Many moons ago, we wrote about China’s efforts in gait-recognition technology. In the age of pandemic-induced mask wearing, China is upping the ante on gait-recognition technology and physical recognition technology in general, according to a fascinating article in City Journal. There has been a backlash against facial recognition technology in both Europe and the U.S. And Hong Kong protesters evaded authorities using such technology by wearing masks, which now everyone is wearing (or at least should be).
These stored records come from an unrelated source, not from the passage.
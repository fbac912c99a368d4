// Wormward service worker: shows alert notifications pushed by the server and offers a claim action.
self.addEventListener("install", () => self.skipWaiting());
self.addEventListener("activate", (event) => event.waitUntil(self.clients.claim()));

function parse(data) {
  if (!data) return {};
  try {
    return data.json();
  } catch {
    return { title: "Wormward", body: data.text() };
  }
}

self.addEventListener("push", (event) => {
  const msg = parse(event.data);
  const title = msg.title || "Wormward";
  const options = {
    body: msg.body || "",
    tag: msg.alertId || msg.kind || "wormward",
    renotify: Boolean(msg.alertId),
    requireInteraction: msg.level === "act_now",
    icon: "/icon.svg",
    badge: "/icon.svg",
    data: { url: msg.url || "/", alertId: msg.alertId || null },
    actions: msg.alertId ? [{ action: "claim", title: "I'm on it" }] : [],
  };
  event.waitUntil(
    self.registration.showNotification(title, options).then(async () => {
      // Open pages hear about it too (the Today page refreshes; tests observe delivery).
      const pages = await self.clients.matchAll({ type: "window", includeUncontrolled: true });
      for (const p of pages) p.postMessage({ type: "wormward:push", title, options: { body: options.body, tag: options.tag, data: options.data } });
    }),
  );
});

self.addEventListener("notificationclick", (event) => {
  const { url, alertId } = event.notification.data || {};
  event.notification.close();
  const claim =
    event.action === "claim" && alertId
      ? fetch(`/api/alerts/${alertId}/claim`, { method: "POST", credentials: "same-origin" }).catch(() => null)
      : Promise.resolve();
  event.waitUntil(
    claim.then(async () => {
      const pages = await self.clients.matchAll({ type: "window", includeUncontrolled: true });
      const target = new URL(url || "/", self.location.origin).href;
      for (const p of pages) {
        if (p.url === target && "focus" in p) return p.focus();
      }
      return self.clients.openWindow(target);
    }),
  );
});
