"use client";

import { useEffect, useRef, useState } from "react";
import Link from "next/link";
import { probeSnippets, type PublicAddresses } from "@/lib/domain/probe-snippets";
import { LOCAL_CODES } from "@/lib/domain/safety-words";
import { probeTopics } from "@/lib/domain/vocabulary";

/** A copy button: the clipboard where the browser allows it, else the text is selected for the phone's own copy. */
function CopyButton({ label, text, target }: { label: string; text: string; target: React.RefObject<HTMLElement | null> }) {
  const [said, setSaid] = useState("");
  async function copy() {
    try {
      // The clipboard API exists only in a secure context (https or this machine's own address).
      if (!navigator.clipboard) throw new Error("no clipboard");
      await navigator.clipboard.writeText(text);
      setSaid("Copied");
    } catch {
      const el = target.current;
      const sel = window.getSelection();
      if (el && sel) {
        sel.selectAllChildren(el);
        setSaid("Selected: use your phone's Copy");
      } else {
        setSaid("Select the text and copy it");
      }
    }
  }
  return (
    <span className="flex items-center gap-2">
      <span aria-live="polite" className="text-xs text-soil-700">
        {said}
      </span>
      <button type="button" onClick={copy} className="min-h-11 shrink-0 rounded-lg bg-soil-800 px-3 text-sm font-bold text-white">
        {label}
      </button>
    </span>
  );
}

function Snippet({ id, title, text }: { id: string; title: string; text: string }) {
  const pre = useRef<HTMLPreElement>(null);
  return (
    <div data-snippet={id}>
      <div className="flex items-center justify-between gap-2">
        <h3 className="text-sm font-bold">{title}</h3>
        <CopyButton label={`Copy ${title}`} text={text} target={pre} />
      </div>
      {/* Focusable, so the text that scrolls inside it can be read from the keyboard too. */}
      <pre
        ref={pre}
        tabIndex={0}
        role="region"
        aria-label={`${title} text`}
        className="mt-1 max-h-20 overflow-auto rounded bg-white p-2 text-xs break-all whitespace-pre-wrap ring-1 ring-soil-300"
      >
        {text}
      </pre>
    </div>
  );
}

/**
 * A probe's one-time token and how to connect it, shown where the owner tapped: the box scrolls
 * itself into view and takes the focus when it appears.
 */
export function ConnectProbe({
  code,
  token,
  reportIntervalS,
  addresses,
  probeHref,
  onDone,
}: {
  code: string;
  token: string;
  reportIntervalS: number;
  addresses: PublicAddresses;
  probeHref: string | null;
  onDone: () => void;
}) {
  const box = useRef<HTMLDivElement>(null);
  const heading = useRef<HTMLHeadingElement>(null);
  const tokenRef = useRef<HTMLElement>(null);
  useEffect(() => {
    box.current?.scrollIntoView({ block: "start" });
    heading.current?.focus({ preventScroll: true });
  }, [token]);
  const s = probeSnippets(addresses, { code, token }, reportIntervalS);
  const { host, port, tls } = addresses.mqtt;
  return (
    <div ref={box} role="status" data-connect-probe={code} className="scroll-mt-16 space-y-3 rounded-xl bg-straw-100 p-3 ring-2 ring-straw-600">
      <h2 ref={heading} tabIndex={-1} className="font-bold outline-none">
        Token for {code}: copy it now, it is shown only once.
      </h2>
      <div className="flex items-center gap-2">
        <code ref={tokenRef} data-token className="block min-w-0 flex-1 rounded bg-white p-2 text-sm break-all">
          {token}
        </code>
        <CopyButton label="Copy token" text={token} target={tokenRef} />
      </div>
      <p className="text-sm">
        Broker <b className="break-all">{`${tls ? "mqtts" : "mqtt"}://${host}:${port}`}</b>, user name <b>{code}</b>, password the token; readings go to{" "}
        <code className="break-all">{probeTopics(code).readings}</code>.
      </p>
      {addresses.loopback && (
        <p className="text-sm text-clay-700">
          This address is this computer&rsquo;s own: a probe on another machine cannot reach it. Ask whoever runs Wormward to set PUBLIC_MQTT_URL and
          PUBLIC_INGEST_URL to the server&rsquo;s network address.
        </p>
      )}
      <Snippet id="mosquitto-pub" title="mosquitto_pub" text={s.mosquittoPub} />
      <Snippet id="curl" title="curl" text={s.curl} />
      <Snippet id="micropython" title="MicroPython" text={s.micropython} />
      <div className="space-y-1 text-sm">
        <p>
          The MicroPython program is for an ESP32-class Wi-Fi board with a DS18B20 on GPIO 4 (with a 4.7 kΩ pull-up to 3.3 V, as its data sheet shows) and a
          capacitive moisture sensor on GPIO 34, powered from 3.3 V so its output stays within the board&rsquo;s input range (from memory). Put in your Wi-Fi
          name and password.
        </p>
        <p className="font-bold">
          Power the board from a low-voltage supply with ground-fault protection, as your local electrical code requires. Keep mains wiring and plugs out of the
          bin and away from damp bedding and leachate. {LOCAL_CODES}
        </p>
      </div>
      <div className="flex flex-wrap items-center gap-3">
        {probeHref && (
          <Link href={probeHref} className="inline-flex min-h-11 items-center text-soil-800 underline underline-offset-4">
            Watch for its first reading
          </Link>
        )}
        <button type="button" onClick={onDone} className="min-h-11 rounded-lg bg-soil-800 px-4 font-bold text-white">
          I have copied it
        </button>
      </div>
    </div>
  );
}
But the Chinese AI company Watrix has improved its gait recognition technology and it is increasingly used by the security industrial complex of China. And, according to City Journal, other physical recognition technology is in the works: “First, gait, then heartbeat patterns, and, eventually, microbiomes—every person emits about 36 million microbial cells per hour, and human microbiomes are unique—or odor biometrics.” You will be known by your smell. The corona virus is not the only unseen danger to our new world.